An impressive campaign by Lille saw them finish in third place, behind only the financial powerhouses of Monaco and PSG last season. With a relatively young squad, it was hoped the French outsiders would push on further this season, but they have been unable to do so. Not only are they way off the top teams, almost 30 points behind PSG in fact, they have also dropped below sides of similar or lesser stature than themselves. Languishing in eight place, Lyon, Marseille, Saint-Etienne, Bordeaux and Montpellier have all leapfrogged them since last season as the side have massively underachieved. Ultimately, they finished closer in terms of points to relegation than they did to title winners PSG.
3 Borussia Dortmund
They may have restored some pride at the back end of the season, but it has to be said, Jurgen Klopp's last season at Borussia Dortmund was a huge letdown. From title challengers to relegation candidates, Dortmund spent the vast majority of the season in the bottom five before finally finding some form. As late as February they were still among the relegation fodder of the Bundesliga, despite maintaining a respectable Champions League campaign, only going out to eventual finalists Juventus. Dortmund rediscovered their old selves around March time and have put together an impressive run since then, finishing the season in seventh. Although their decent end to the season masks the disappointment somewhat, from second to seventh is a considerable drop for the supposed title challenger, who finished a whopping 33 points behind Bayern Munich.
2 AC Milan
It is no secret that both Milan clubs have hugely underachieved not just this year but over the last few, and both quite rightly make this list. European giants and the second most successful club in Champions League history behind only Real Madrid, AC Milan are undoubtedly one of Europe's traditional powerhouses. Domestic and European success is considered a given at the Italian giants, but their steep decline has run rather similarly alongside their crosstown rivals. Inter's eighth place finish is shocking, AC Milan's 10th placed finish is even more so. Wedged exactly half way down the Serie A table, AC Milan are now closer to relegated sides like Cesena and Parma than they are to the league champions Juventus. Underachievement on a mammoth scale by one of Europe's greatest clubs.

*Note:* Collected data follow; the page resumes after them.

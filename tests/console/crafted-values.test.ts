/// The values of tests/browser/crafted-import.ts pass the import schema (lib/export/format.ts
/// checks only "type" and "text") yet make the drawing code throw, so that browser test
/// really exercises the per-cell error boundary rather than a value that draws anyway.
import { describe, expect, it } from "vitest";
import { viewOfValue } from "@/app/_console/render/view-model";
import { ExportedValue } from "@/lib/export/format";

const CRAFTED = [
  { type: "Ring", text: "R", vars: 42 },
  { type: "List", text: "[…]", items: { not: "a list" } },
];

describe("crafted import values", () => {
  it.each(CRAFTED)("%j is accepted by the import schema but cannot be drawn", (value) => {
    expect(ExportedValue.safeParse(value).success).toBe(true);
    expect(() => viewOfValue(value as never)).toThrow(TypeError);
  });
});
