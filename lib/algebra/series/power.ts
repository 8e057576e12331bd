import { runtimeError } from "../errors";
import { rat, ratMul, ratSub, type Rat, RAT_ZERO } from "../field/rational";

/// A power series known up to (not including) t^terms: coeffs[i] is the coefficient of t^i.
export interface TruncatedSeries {
  coeffs: bigint[];
  terms: number;
}

export function truncatedSeries(coeffs: readonly (bigint | number)[]): TruncatedSeries {
  return { coeffs: coeffs.map((c) => BigInt(c)), terms: coeffs.length };
}

/// The coefficient of t^i; an error beyond the known terms.
export function seriesAt(s: TruncatedSeries, i: number): bigint {
  if (!Number.isInteger(i) || i < 0 || i >= s.terms)
    throw runtimeError("series", `the coefficient of t^${i} is not known (${s.terms} terms computed)`);
  return s.coeffs[i];
}

/// The first `terms` coefficients of num/den (integer coefficient lists, den[0] = ±1).
export function expandRational(num: readonly bigint[], den: readonly bigint[], terms: number): bigint[] {
  const q = expandRationalQ(
    num.map((a) => rat(a)),
    den.map((a) => rat(a)),
    terms,
  );
  return q.map((c) => {
    if (c.d !== 1n) throw runtimeError("series", "the expansion is not integral");
    return c.n;
  });
}

/// The first `terms` coefficients of num/den over Q (den[0] ≠ 0).
export function expandRationalQ(num: readonly Rat[], den: readonly Rat[], terms: number): Rat[] {
  if (den.length === 0 || den[0].n === 0n) throw runtimeError("series", "the denominator must have a nonzero constant term");
  const inv0 = rat(den[0].d, den[0].n);
  const out: Rat[] = [];
  for (let i = 0; i < terms; i++) {
    let c = i < num.length ? num[i] : RAT_ZERO;
    for (let k = 1; k <= i && k < den.length; k++) c = ratSub(c, ratMul(den[k], out[i - k]));
    out.push(ratMul(c, inv0));
  }
  return out;
}

/// The product of two integer polynomials (coefficient lists).
export function polyMulZ(a: readonly bigint[], b: readonly bigint[]): bigint[] {
  if (a.length === 0 || b.length === 0) return [];
  const out = new Array<bigint>(a.length + b.length - 1).fill(0n);
  a.forEach((x, i) => b.forEach((y, j) => (out[i + j] += x * y)));
  return out;
}

export function polyPowZ(a: readonly bigint[], k: number): bigint[] {
  let r: bigint[] = [1n];
  for (let i = 0; i < k; i++) r = polyMulZ(r, a);
  return r;
}

/// Whether a/b = c/d as rational functions (cross-multiplication).
export function sameRationalFunction(a: readonly bigint[], b: readonly bigint[], c: readonly bigint[], d: readonly bigint[]): boolean {
  const l = polyMulZ(a, d),
    r = polyMulZ(c, b);
  const len = Math.max(l.length, r.length);
  for (let i = 0; i < len; i++) if ((l[i] ?? 0n) !== (r[i] ?? 0n)) return false;
  return true;
}
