import { describe, expect, it } from "vitest";
import { errorCaret } from "@/app/_console/render/caret";

describe("errorCaret", () => {
  it("puts carets under a one-line span (to exclusive, 1-based)", () => {
    // grammar/README.md §8: "type error at 1:13-1:14" names columns 13 up to 14.
    const c = errorCaret("I := <x>\nburch_index(I)", { from: { line: 2, col: 13 }, to: { line: 2, col: 14 } });
    expect(c.lineNumber).toBe(2);
    expect(c.line).toBe("burch_index(I)");
    expect(c.caret).toBe(" ".repeat(12) + "^");
    expect(c.location).toBe("2:13-14");
  });

  it("underlines to the end of the line when the span runs on", () => {
    const c = errorCaret("f := (x +\n y", { from: { line: 1, col: 6 }, to: { line: 2, col: 3 } });
    expect(c.caret).toBe("     ^^^^");
    expect(c.location).toBe("1:6-2:3");
  });

  it("gives one caret for an empty span at the end of the line", () => {
    expect(errorCaret("x +", { from: { line: 1, col: 4 }, to: { line: 1, col: 4 } }).caret).toBe("   ^");
  });

  it("keeps tabs in the padding and clamps a span past the source", () => {
    expect(errorCaret("\tx", { from: { line: 1, col: 2 }, to: { line: 1, col: 3 } }).caret).toBe("\t^");
    const c = errorCaret("x", { from: { line: 9, col: 9 }, to: { line: 9, col: 10 } });
    expect(c.lineNumber).toBe(1);
    expect(c.caret).toBe(" ^");
  });
});
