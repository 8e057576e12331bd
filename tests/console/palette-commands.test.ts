// The palette's commands as data (app/_console/palette-commands.ts): what a visitor is
// offered depends on who they are and what is open (app/_console/README.md).
import { describe, expect, it } from "vitest";
import { paletteCommands, type PaletteContext } from "@/app/_console/palette-commands";
import { GUIDED_TOUR } from "@/lib/examples/tour";

const calls: string[] = [];
const context = (over: Partial<PaletteContext>): PaletteContext => ({
  signedIn: true,
  canEdit: true,
  canShare: false,
  sessionId: "s1",
  running: false,
  theme: "light",
  sessions: [],
  objects: [],
  actions: {
    newSession: () => calls.push("new"),
    openDialog: (d) => calls.push(`dialog:${d}`),
    toggleTheme: () => calls.push("theme"),
    exportTranscript: (f) => calls.push(`export:${f}`),
    shareObject: (o) => calls.push(`share:${o.name}`),
    runInput: () => calls.push("run"),
    cancelRunning: () => calls.push("cancel"),
    insertExample: (e) => calls.push(`example:${e.id}`),
    openSession: (id) => calls.push(`open:${id}`),
    insertName: (n) => calls.push(`name:${n}`),
    goTo: (p) => calls.push(`go:${p}`),
    openInNewTab: (p) => calls.push(`tab:${p}`),
  },
  ...over,
});
const ids = (c: PaletteContext) => paletteCommands(c).map((x) => x.id);

describe("palette commands", () => {
  it("offers an editor Run third and Cancel fourth while a cell runs, and every guided example", () => {
    const list = ids(context({ running: true }));
    expect(list.slice(0, 4)).toEqual(["new-session", "transfer", "run", "cancel"]);
    for (const e of GUIDED_TOUR) expect(list).toContain(`example-${e.id}`);
  });

  it("offers a signed-out link visitor no running, importing or sharing, and sends New session to sign-in", () => {
    const c = context({ signedIn: false, canEdit: false });
    const list = ids(c);
    for (const absent of ["run", "cancel", "import-session", "shared-objects", "teams", "share"]) expect(list).not.toContain(absent);
    expect(list).toContain("export-json");
    calls.length = 0;
    paletteCommands(c)[0].run();
    expect(calls).toEqual(["go:/sign-in"]);
  });

  it("offers sharing only to who may manage it", () => {
    expect(ids(context({ canShare: false }))).not.toContain("share");
    expect(ids(context({ canShare: true }))).toEqual(expect.arrayContaining(["share", "link"]));
  });
});
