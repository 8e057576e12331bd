// Hover documentation in the input comes from the signature table (grammar/signatures.ts,
// grammar/README.md), the table the checker, completion and /reference also read.
import { describe, expect, it } from "vitest";
import { analyze, EMPTY_ENV, formatOverload, formatProperty, lookupFunction, propertiesOf, RING_OPTIONS } from "@/grammar";
import type { Env } from "@/grammar/analysis";
import { envFromObjects } from "@/lib/editor/notation-env";
import { hoverDoc } from "@/lib/editor/notation-hover";

const hover = (source: string, pos: number, env: Env = EMPTY_ENV) => hoverDoc({ analyze, env: () => env }, source, pos);

describe("hover documentation", () => {
  it("shows a function's overloads, description and example, as /reference prints them", () => {
    const source = "resolve(M)";
    const doc = hover(source, 3)!;
    const f = lookupFunction("resolve")!;
    expect(doc).toMatchObject({ from: 0, to: 7, description: f.description, example: f.example });
    expect(doc.signatures).toEqual(f.overloads.map((o) => formatOverload(f, o)));
  });

  it("shows the property of the value's own type after a dot", () => {
    const env = envFromObjects([{ name: "R", type: "Ring", value: { type: "Ring", vars: ["x", "y"] } }]);
    const doc = hover("R.vars", 4, env)!;
    const vars = propertiesOf("Ring").find((p) => p.name === "vars")!;
    expect(doc.signatures).toEqual([formatProperty(vars)]);
    expect(doc.description).toBe(vars.description);
    expect(doc).toMatchObject({ from: 2, to: 6 });
  });

  it("shows a ring option inside ring brackets", () => {
    const source = "Q[x, y; order = lex]";
    const doc = hover(source, source.indexOf("order") + 1)!;
    const order = RING_OPTIONS.find((o) => o.name === "order")!;
    expect(doc.description).toContain(order.description);
  });

  it("has nothing for a binding, a number or blank space", () => {
    expect(hover("myIdeal + 1", 2)).toBeNull();
    expect(hover("myIdeal + 1", 10)).toBeNull();
    expect(hover("x  y", 2)).toBeNull();
  });
});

Liverpool ended the season in a catastrophic fashion, with a devastating 6-1 thrashing at the hands of Stoke in what was Steven Gerrard's last game for the club. Whilst the defeat was undoubtedly the most damning of the season, it has been a campaign full of disappointment for the Reds. Having lost the considerable talents of Luis Suarez to Barcelona and strike partner Daniel Sturridge to injury, Liverpool lost the most prolific strike force in the Premier League last season. The club re-invested the money made on Suarez, plus more, to ensure the club maintained its rise.
Despite having cash to burn and the lure of Champions League football, Rodgers' signings have been largely disappointing. Dejan Lovren, Lazar Markovic, Mario Balotelli and Adam Lallana were all expensive acquisitions, who despite having age on their side, appear to have been poor deals. Rickie Lambert has failed to impact whilst Emre Can and Alberto Moreno have been fairly steady. Liverpool finished the season in sixth place, a four position drop on last season, and the heat is certainly on Brendan Rodgers, who finished only six points better off than his old club Swansea.